:: Task item ::
Within these entries, which lines include the string "floating"? Copy each one.

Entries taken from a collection
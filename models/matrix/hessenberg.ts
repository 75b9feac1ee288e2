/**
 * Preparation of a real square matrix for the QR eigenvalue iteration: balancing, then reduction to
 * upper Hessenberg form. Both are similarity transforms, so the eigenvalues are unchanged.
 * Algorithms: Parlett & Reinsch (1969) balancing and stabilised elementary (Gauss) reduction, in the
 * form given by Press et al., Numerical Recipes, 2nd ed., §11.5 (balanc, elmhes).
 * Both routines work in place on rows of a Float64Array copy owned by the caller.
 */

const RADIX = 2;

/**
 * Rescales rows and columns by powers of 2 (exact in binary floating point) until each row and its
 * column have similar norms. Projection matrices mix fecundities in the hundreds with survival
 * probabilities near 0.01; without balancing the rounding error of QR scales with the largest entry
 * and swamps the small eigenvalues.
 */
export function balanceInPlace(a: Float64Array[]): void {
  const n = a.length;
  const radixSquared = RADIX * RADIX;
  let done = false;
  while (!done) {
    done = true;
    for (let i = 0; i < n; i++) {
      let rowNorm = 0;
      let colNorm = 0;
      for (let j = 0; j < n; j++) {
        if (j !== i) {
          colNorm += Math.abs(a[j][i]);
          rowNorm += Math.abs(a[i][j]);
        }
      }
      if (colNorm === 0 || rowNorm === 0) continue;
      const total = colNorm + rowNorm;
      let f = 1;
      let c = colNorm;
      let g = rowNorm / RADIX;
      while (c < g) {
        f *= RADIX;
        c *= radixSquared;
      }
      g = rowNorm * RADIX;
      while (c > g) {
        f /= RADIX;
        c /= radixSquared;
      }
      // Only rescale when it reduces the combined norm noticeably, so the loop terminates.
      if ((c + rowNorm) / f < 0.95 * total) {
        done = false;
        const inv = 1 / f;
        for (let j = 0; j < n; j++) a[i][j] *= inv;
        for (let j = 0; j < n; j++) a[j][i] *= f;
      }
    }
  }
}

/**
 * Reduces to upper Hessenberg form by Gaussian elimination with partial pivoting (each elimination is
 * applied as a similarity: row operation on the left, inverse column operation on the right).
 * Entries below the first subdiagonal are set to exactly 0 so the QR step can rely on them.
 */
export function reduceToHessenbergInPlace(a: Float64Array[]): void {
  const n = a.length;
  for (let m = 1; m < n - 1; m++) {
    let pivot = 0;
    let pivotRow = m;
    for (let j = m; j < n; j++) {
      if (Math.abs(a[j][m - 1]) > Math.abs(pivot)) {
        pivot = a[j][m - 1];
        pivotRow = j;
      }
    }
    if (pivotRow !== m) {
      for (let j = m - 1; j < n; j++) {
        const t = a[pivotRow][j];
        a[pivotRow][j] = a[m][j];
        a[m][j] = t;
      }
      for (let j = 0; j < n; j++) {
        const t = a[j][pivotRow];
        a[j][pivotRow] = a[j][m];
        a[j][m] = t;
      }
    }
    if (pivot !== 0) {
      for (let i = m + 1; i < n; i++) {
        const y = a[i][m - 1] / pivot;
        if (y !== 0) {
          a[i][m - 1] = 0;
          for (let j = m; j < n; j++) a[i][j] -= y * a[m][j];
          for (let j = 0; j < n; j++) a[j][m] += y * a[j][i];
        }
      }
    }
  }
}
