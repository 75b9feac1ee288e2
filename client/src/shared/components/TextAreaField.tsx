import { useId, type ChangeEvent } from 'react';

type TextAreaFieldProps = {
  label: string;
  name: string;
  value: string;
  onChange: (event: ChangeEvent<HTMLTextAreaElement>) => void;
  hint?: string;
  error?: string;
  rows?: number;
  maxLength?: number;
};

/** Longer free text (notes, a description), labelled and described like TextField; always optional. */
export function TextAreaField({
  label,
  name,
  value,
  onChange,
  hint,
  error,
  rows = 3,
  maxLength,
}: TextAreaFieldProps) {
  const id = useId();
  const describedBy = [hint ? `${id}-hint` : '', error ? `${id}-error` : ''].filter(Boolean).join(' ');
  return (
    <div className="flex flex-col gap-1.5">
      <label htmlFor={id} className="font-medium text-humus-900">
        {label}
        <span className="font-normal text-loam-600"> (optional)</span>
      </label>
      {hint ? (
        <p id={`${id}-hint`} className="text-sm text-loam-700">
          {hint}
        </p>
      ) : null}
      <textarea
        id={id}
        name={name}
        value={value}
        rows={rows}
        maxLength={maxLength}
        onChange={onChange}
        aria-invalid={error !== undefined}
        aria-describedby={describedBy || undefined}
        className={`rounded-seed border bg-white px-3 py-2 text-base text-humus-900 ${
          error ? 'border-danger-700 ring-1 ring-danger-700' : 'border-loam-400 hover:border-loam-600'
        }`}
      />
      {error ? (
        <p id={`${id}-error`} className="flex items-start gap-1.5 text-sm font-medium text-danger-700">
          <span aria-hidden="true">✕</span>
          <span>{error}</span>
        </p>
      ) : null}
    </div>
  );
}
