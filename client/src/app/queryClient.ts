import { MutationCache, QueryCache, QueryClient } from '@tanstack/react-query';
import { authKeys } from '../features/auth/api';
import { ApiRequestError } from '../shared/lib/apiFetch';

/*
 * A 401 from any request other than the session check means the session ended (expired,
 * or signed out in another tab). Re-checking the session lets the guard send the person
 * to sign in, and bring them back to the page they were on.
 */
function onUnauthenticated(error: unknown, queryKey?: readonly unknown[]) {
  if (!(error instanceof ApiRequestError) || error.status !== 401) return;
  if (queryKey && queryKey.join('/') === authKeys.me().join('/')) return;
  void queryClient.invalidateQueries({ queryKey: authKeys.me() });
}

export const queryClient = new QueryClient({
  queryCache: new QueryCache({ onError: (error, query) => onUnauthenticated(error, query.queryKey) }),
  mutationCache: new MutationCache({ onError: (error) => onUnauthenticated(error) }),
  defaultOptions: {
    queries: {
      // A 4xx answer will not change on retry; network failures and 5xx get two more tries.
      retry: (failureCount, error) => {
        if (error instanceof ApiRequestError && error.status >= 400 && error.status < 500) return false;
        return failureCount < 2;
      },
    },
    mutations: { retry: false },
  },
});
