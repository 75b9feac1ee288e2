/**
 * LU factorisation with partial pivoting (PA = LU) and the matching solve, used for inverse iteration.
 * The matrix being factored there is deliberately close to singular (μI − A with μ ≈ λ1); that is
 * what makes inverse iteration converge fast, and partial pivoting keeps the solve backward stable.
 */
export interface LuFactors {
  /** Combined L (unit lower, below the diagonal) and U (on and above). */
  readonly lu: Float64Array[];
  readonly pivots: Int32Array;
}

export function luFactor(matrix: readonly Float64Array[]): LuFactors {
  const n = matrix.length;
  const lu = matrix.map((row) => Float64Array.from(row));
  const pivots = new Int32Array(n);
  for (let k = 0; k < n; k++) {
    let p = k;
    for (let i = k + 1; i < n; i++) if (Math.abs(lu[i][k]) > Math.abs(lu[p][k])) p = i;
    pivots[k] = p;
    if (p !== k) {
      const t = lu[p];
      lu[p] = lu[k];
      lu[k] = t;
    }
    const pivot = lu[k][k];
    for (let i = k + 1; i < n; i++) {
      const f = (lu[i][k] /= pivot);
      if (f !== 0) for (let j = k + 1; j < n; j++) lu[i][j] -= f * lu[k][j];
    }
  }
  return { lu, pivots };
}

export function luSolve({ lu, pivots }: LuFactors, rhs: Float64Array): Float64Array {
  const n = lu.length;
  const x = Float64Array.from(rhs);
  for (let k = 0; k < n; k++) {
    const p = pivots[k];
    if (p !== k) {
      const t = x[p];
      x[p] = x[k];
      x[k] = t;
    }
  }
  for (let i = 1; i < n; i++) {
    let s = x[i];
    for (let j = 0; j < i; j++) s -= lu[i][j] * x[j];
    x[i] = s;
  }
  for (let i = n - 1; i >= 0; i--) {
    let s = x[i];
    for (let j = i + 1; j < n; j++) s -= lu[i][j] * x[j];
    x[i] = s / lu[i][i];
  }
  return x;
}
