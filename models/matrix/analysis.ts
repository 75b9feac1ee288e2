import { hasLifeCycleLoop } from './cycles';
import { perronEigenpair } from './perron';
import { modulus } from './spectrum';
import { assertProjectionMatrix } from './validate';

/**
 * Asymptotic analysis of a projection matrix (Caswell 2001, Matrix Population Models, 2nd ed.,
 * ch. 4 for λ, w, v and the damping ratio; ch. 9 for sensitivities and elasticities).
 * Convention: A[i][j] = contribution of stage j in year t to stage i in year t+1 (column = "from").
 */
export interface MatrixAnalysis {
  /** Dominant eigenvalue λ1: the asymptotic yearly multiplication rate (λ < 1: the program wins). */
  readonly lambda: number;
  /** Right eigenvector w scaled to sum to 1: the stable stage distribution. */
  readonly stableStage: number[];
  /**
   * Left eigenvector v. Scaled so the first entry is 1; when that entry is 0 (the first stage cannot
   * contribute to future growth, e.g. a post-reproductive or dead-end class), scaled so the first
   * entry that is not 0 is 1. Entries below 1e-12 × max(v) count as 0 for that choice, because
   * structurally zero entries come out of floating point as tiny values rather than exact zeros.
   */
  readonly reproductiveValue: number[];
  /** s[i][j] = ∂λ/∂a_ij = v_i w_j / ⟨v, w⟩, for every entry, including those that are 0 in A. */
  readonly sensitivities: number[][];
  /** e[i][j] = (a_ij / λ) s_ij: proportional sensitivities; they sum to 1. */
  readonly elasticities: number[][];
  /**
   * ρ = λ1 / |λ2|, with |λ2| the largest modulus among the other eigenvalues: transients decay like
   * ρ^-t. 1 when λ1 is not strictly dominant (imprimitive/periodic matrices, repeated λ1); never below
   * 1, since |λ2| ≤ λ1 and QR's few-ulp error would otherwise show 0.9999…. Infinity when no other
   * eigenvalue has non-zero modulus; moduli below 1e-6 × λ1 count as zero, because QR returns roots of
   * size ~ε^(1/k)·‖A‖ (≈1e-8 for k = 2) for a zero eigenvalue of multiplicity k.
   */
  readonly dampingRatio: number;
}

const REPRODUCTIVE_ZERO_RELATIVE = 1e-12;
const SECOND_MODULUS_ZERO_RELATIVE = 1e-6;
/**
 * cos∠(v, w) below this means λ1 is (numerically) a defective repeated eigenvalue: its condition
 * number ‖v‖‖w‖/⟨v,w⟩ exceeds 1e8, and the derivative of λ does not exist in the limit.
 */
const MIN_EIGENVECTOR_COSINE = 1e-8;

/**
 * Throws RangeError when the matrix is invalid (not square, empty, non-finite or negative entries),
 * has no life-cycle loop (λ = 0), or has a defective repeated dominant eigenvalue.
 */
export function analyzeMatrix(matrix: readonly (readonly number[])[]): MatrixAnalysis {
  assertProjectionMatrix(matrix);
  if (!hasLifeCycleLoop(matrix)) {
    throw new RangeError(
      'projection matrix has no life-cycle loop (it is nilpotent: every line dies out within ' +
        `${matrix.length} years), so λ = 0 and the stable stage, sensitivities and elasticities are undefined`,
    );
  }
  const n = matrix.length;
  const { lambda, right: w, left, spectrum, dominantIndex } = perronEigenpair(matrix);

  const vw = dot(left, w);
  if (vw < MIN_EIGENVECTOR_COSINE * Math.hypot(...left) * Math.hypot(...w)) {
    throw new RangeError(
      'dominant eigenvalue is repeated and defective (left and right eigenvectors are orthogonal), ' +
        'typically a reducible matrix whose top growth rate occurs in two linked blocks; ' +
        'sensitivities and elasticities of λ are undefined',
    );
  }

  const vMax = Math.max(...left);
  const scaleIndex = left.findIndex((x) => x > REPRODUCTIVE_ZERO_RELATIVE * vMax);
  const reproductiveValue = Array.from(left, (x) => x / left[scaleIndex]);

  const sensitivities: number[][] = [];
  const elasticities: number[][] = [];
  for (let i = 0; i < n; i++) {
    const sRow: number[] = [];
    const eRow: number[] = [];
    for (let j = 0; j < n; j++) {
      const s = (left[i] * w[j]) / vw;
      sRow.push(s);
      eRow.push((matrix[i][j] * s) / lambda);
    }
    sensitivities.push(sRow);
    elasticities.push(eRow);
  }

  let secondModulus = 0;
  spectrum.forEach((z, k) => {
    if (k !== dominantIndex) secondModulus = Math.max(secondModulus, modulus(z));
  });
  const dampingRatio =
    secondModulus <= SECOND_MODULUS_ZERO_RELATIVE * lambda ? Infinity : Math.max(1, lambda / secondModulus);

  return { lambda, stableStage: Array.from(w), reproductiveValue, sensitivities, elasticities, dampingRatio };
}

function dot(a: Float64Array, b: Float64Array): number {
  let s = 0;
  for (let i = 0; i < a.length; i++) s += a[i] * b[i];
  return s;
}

:: Written reply ::
 * Rescales rows and columns by powers of 2 (exact in binary floating point) until each row and its
   * structurally zero entries come out of floating point as tiny values rather than exact zeros.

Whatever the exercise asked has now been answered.